# Strange bird sound



## JanHank (Mar 29, 2015)

Very early this morning I heard this strange bird at least I thought it was a bird, sounded like someone winding up a clock.
When I looked out later I saw the culprit and it wasn't a bird at all.
I don't know what these are called in English, I never saw one there and we rarely see them here, maybe 2 each year.
Called a heupferdchen a hey horse.

At least I think it was him making the noise.
The video says watch on youtube, just click that and you will see the creature.
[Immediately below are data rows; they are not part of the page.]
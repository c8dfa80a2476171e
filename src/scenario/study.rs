//! The study a scenario file describes, validated and in SI: what the engine runs and the
//! analysis reads.

use super::forecast::{Forecast, predict};
use super::noise::{FloorInputs, noise_floor};
use super::{Correlations, InputQuantity, Law, NoiseFloor};
use crate::dist::{Distribution, Normal};
use crate::model::{ChainKind, Model};
use crate::physics::procedure::Procedure;
use crate::units::{Dimension, DisplayUnit};

/// Default number of Monte Carlo trials M (JCGM 101 7.2.2 recommends 10^6 for a 95 % interval).
pub const DEFAULT_TRIALS: u64 = 1_000_000;
/// Most trials a scenario may ask for.
pub const MAX_TRIALS: u64 = 10_000_000_000;
/// Fewest trials a scenario may ask for.
pub const MIN_TRIALS: u64 = 100;
/// Largest scenario file read, far above any real one (a guard against feeding in a wrong file).
pub const MAX_SCENARIO_BYTES: u64 = 4 * 1024 * 1024;
/// Most input quantities in one scenario.
pub const MAX_INPUTS: usize = 1000;

/// A measurand of a study.
#[derive(Clone, Debug, PartialEq)]
pub struct Measurand {
    /// Its name.
    pub name: String,
    /// Its dimension, when known (chain measurands).
    pub(crate) dimension: Option<Dimension>,
    /// The unit the scenario asked to show it in (`unit = "mg"`), if any.
    pub(crate) unit: Option<DisplayUnit>,
    /// The formula text, for formula measurands.
    pub(crate) formula: Option<String>,
    /// What it is.
    pub(crate) description: String,
    /// Words for it in prose, tables and figures (`label = "..."`), when given.
    pub(crate) label: Option<String>,
}

/// A validated scenario, ready to run.
#[derive(Clone, Debug)]
pub struct Study {
    /// The scenario file, as named in messages.
    pub(crate) file: String,
    /// Its title.
    pub(crate) title: String,
    /// Number of Monte Carlo trials M.
    pub(crate) trials: u64,
    /// Seed of the random streams.
    pub seed: u64,
    /// Coverage probability p.
    pub(crate) coverage: f64,
    /// Significant digits `ndig` for the numerical tolerance (JCGM 101 7.9.2).
    pub(crate) digits: u32,
    /// Whether the study involves a laser (the report then carries the laser caution).
    pub(crate) laser: bool,
    /// Input quantities, in file order (their column order).
    pub inputs: Vec<InputQuantity>,
    /// Measurands in report order: chain measurands first, then formulas in file order.
    pub measurands: Vec<Measurand>,
    /// The built-in chain, if any.
    pub(crate) chain: Option<ChainKind>,
    /// The compiled model.
    pub model: Model,
    /// Correlated inputs.
    pub(crate) correlations: Correlations,
    /// The adaptive procedure of JCGM 101 7.9, when asked for (then `trials` is the batch size).
    pub adaptive: Option<Adaptive>,
    /// The forecast, when `[forecast]` asks for one (then the observed input is a predicted
    /// constant among the inputs).
    pub forecast: Option<Forecast>,
    /// The planned on/off measurement, when `[procedure]` describes one.
    pub procedure: Option<Procedure>,
    /// The noise floor, when `[noise]` asks for one (then `noise_force` is among the inputs).
    pub noise: Option<NoiseFloor>,
    /// A sweep of one input, when `[sweep]` asks for one.
    pub(crate) sweep: Option<Sweep>,
    /// Names of the `[variants.NAME]` of the file (compared by `radforce compare`).
    pub(crate) variants: Vec<String>,
    /// Things worth knowing that do not stop the run.
    pub(crate) warnings: Vec<String>,
}

/// A sweep of one input quantity over a range of estimates, each point a full run.
#[derive(Clone, Debug, PartialEq)]
pub struct Sweep {
    /// The input swept.
    pub(crate) input: usize,
    /// The estimates it takes, SI.
    pub(crate) values: Vec<f64>,
    /// The measurand followed.
    pub(crate) measurand: usize,
}

impl Study {
    /// The study with input `i` moved to the estimate `value` (a constant takes the value; a
    /// distribution is moved, see `Distribution::with_mean`).
    pub(crate) fn with_input_estimate(&self, i: usize, value: f64) -> Result<Study, String> {
        let mut s = self.clone();
        s.inputs[i].law = match &self.inputs[i].law {
            Law::Constant(_) => Law::Constant(value),
            Law::Distributed(d) => Law::Distributed(d.with_mean(value).map_err(|e| e.to_string())?),
        };
        s.sweep = None;
        s.refresh()?;
        Ok(s)
    }

    /// The estimate of an input by name, or the chain's default for one the scenario leaves
    /// out.
    pub(crate) fn estimate_of(&self, name: &str) -> Option<f64> {
        match self.inputs.iter().find(|q| q.name == name) {
            Some(q) => Some(q.estimate()),
            None => self
                .chain?
                .spec()
                .inputs
                .iter()
                .find(|c| c.name == name)
                .and_then(|c| c.default),
        }
    }

    /// Derive again what the loader derived from the inputs, after they were moved or
    /// narrowed: the forecast's predicted signal, and the noise floor with the standard
    /// deviation of `noise_force` (the thermal noise depends on the balance, the target and the
    /// shot noise on the force).
    pub(crate) fn refresh(&mut self) -> Result<(), String> {
        let Some(kind) = self.chain else {
            return Ok(());
        };
        if let Some(c) = self.model.chain.as_mut() {
            c.context.procedure = self.procedure;
        }
        let context = crate::model::ChainContext {
            procedure: self.procedure,
            given: 0,
        };
        let spec = kind.spec();
        if let (Some(f), Some(how)) = (&self.forecast, kind.forecast()) {
            let inputs = &self.inputs;
            let estimate = |name: &str| {
                inputs
                    .iter()
                    .find(|q| q.name == name && q.name != how.observed)
                    .map(InputQuantity::estimate)
            };
            let predicted = predict(how.observed, f.twin, &context, f.power, &estimate)?;
            let input = f.input;
            self.inputs[input].law = Law::Constant(predicted);
            if let Some(f) = self.forecast.as_mut() {
                f.predicted = predicted;
            }
        }
        if let Some(floor) = &self.noise {
            let estimates: Vec<f64> = self.inputs.iter().map(InputQuantity::estimate).collect();
            let values = self.model.evaluate_point::<f64>(&estimates);
            let inputs = &self.inputs;
            let value_of = |name: &str| -> Option<f64> {
                match inputs.iter().find(|q| q.name == name) {
                    Some(q) => Some(q.estimate()),
                    None => spec
                        .inputs
                        .iter()
                        .find(|c| c.name == name)
                        .and_then(|c| c.default),
                }
            };
            let measurand = |name: &str| {
                self.measurands
                    .iter()
                    .position(|m| m.name == name)
                    .map(|i| values[i])
            };
            let force = measurand("force").unwrap_or(f64::NAN);
            let power = measurand("power")
                .or_else(|| value_of("power"))
                .unwrap_or(f64::NAN);
            let new = noise_floor(
                &floor.settings,
                floor.measured.as_ref(),
                &FloorInputs {
                    chain: kind,
                    estimate: &value_of,
                    force,
                    power,
                    procedure: self.procedure.as_ref(),
                },
            )
            .map_err(|(message, _)| message)?;
            let normal = Normal::new(0.0, new.resolution).map_err(|e| e.to_string())?;
            if let Some(q) = self.inputs.iter_mut().find(|q| q.name == "noise_force") {
                q.law = Law::Distributed(Distribution::Normal(normal));
            }
            self.noise = Some(new);
        }
        Ok(())
    }

    /// The measurands' names, comma-separated, for messages that list the valid ones.
    pub(crate) fn measurand_names(&self) -> String {
        self.measurands
            .iter()
            .map(|x| x.name.as_str())
            .collect::<Vec<_>>()
            .join(", ")
    }
}

/// Settings of the adaptive Monte Carlo procedure (JCGM 101:2008 7.9.4).
#[derive(Clone, Copy, Debug, PartialEq)]
pub struct Adaptive {
    /// Significant digits `ndig` the results must be stable to.
    pub(crate) digits: u32,
    /// Most trials before giving up.
    pub(crate) max_trials: u64,
}

/// Batch size of the adaptive procedure: M = max(J, 10^4) with J the smallest whole number
/// >= 100 / (1 - p) (JCGM 101 7.9.4 b).
pub fn adaptive_batch_trials(coverage: f64) -> u64 {
    let j = (100.0 / (1.0 - coverage)).ceil() as u64;
    j.max(10_000)
}

impl Study {
    /// The factor from SI to the unit a measurand is reported in (its `unit`, else 1).
    pub(crate) fn reporting_factor(&self, measurand: usize) -> f64 {
        self.measurands[measurand]
            .unit
            .as_ref()
            .map_or(1.0, |u| u.factor)
    }
}

/// Default cap on the trials of an adaptive run.
pub const DEFAULT_ADAPTIVE_MAX_TRIALS: u64 = 100_000_000;
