use std::time::Instant;
fn main() {
    let t0 = Instant::now();
    let study = radforce::scenario::load_file(std::path::Path::new("data/torsion-vacuum-20w.toml"))
        .unwrap();
    let threads: usize = std::env::args()
        .nth(1)
        .map(|s| s.parse().unwrap())
        .unwrap_or(2);
    radforce::engine::with_threads(Some(threads), || {
        let t = Instant::now();
        let s =
            radforce::engine::simulate(&study, radforce::engine::Plan::new(10_000_000, 1)).unwrap();
        let t1 = t.elapsed();
        let t = Instant::now();
        let f = radforce::analysis::findings(&study, &s, None);
        let t2 = t.elapsed();
        let t = Instant::now();
        let j =
            radforce::report::json::report_value(&radforce::report::Report::Run(&f)).to_string();
        let t3 = t.elapsed();
        let t = Instant::now();
        drop(s);
        let t4 = t.elapsed();
        println!(
            "simulate {t1:?} findings {t2:?} json {t3:?} ({}) drop {t4:?} total {:?}",
            j.len(),
            t0.elapsed()
        );
    })
    .unwrap();
}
Unfortunately I can only find the cricket sound, but I think this chap or chapess makes a similar noise.


----------



## xgx (Oct 14, 2005)

Grasshopper, often heard but seldom seen


----------



## JanHank (Mar 29, 2015)

xgx said:


> Grasshopper, often heard but seldom seen


He´s a lot bigger than a common grasshopper, about 2 1/2 inches long or more 

According to this chap I think it might be a cricket rather than grass hoper.


----------



## JanHank (Mar 29, 2015)

Something to compare the size with.

This was taken some years ago next to an euro coin.


----------



## HurricaneSmith (Jul 13, 2007)

Judging by the size you've given and it's loud strident song it's a Great Green Bush Cricket.

.


----------